The start of 2012 has seen a move away from the more common preoccupation with weight-loss and dieting, and towards the nation’s spending habits.
It seems financial advice is the new fad-diet, with tips from experts currently flooding the web. Emma Wall, of the Telegraph, has compiled her own list of tips for curbing the spending.
1. Change your current account
It’s worth doing some research into different interest rates as you may find a more financially rewarding deal than the one you are currently on. However small the remuneration, any increase is a positive. Statistically you are more likely to get a divorce than change your current account, which is why banks are forever inventing incentives. Just be aware of the terms before you choose to move.
2. Be energy efficient
Heating a house is incredibly expensive- we all know that. So why spend so much money, only for the heat to leak out through the walls or windows? Insulating your house is an investment and you will end up saving a huge amount of money. For example, injecting foam into the space between the internal and external wall could save £110 every year. Upgrading the foam to 270mm, you could save £25 a year.
If you are on a low income or a pensioner, you may be entitled to a grant for installing insulation.
3. Take advantage of low Bank Rate
We are currently experiencing an all time low on Bank Rate, so take advantage by making overpayments to your tracker mortgage to reduce your debt. Prioritise your debts- the higher the interest, the faster you will need to pay it off if you want to keep costs as low as possible.

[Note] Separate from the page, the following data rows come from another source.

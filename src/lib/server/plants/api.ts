/** What the plant endpoints share: reading the ids of the path and answering with the plant. */
import { UserFacingError } from '../errors';
import type { AuthUser } from '../auth/guard';
import { plantService } from './plant-service';
import { idParam, milestoneJson, plantJson, stepJson } from './json';

export function pathId(raw: string | undefined, field: 'plant' | 'milestone'): number {
	const id = idParam(raw ?? '');
	if (id === undefined) throw new UserFacingError(field === 'plant' ? 'id' : 'milestoneId', field === 'plant' ? 'No such plant' : 'No such milestone', 404);
	return id;
}

/** The plant, its milestones and its stored steps, as GET /api/v1/plants/[id] answers. */
export async function plantResponse(user: Pick<AuthUser, 'id' | 'role'>, id: number) {
	const d = await plantService.detail(user, id);
	const units = d.plant.units ?? 'metric';
	return { plant: plantJson(d), milestones: d.milestones.map((m) => milestoneJson(m, units)), steps: d.steps.map(stepJson) };
}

4. Make sure you are insured
If your household is underinsured, along with the 7million British households that are, then many of your personal belongings will be at risk. If someone broke in, or if a fire started, you may have to fork out of your own pocket to replace them. You are advised to make a list of all of the items in every room of your house, recording the cost of replacing each with a new model. The premium may rise, but it would still work out cheaper than having to pay for loss or damage yourself.
5. Prepare for the future
If you don’t have a pension, apply for one now. Recent research suggests that the state pension could rise to 70 by 2050. If you put away £75 a month from the age of 20 until retirement, you should produce an income for life of around £17,000. The longer you wait, the further this figure will decrease.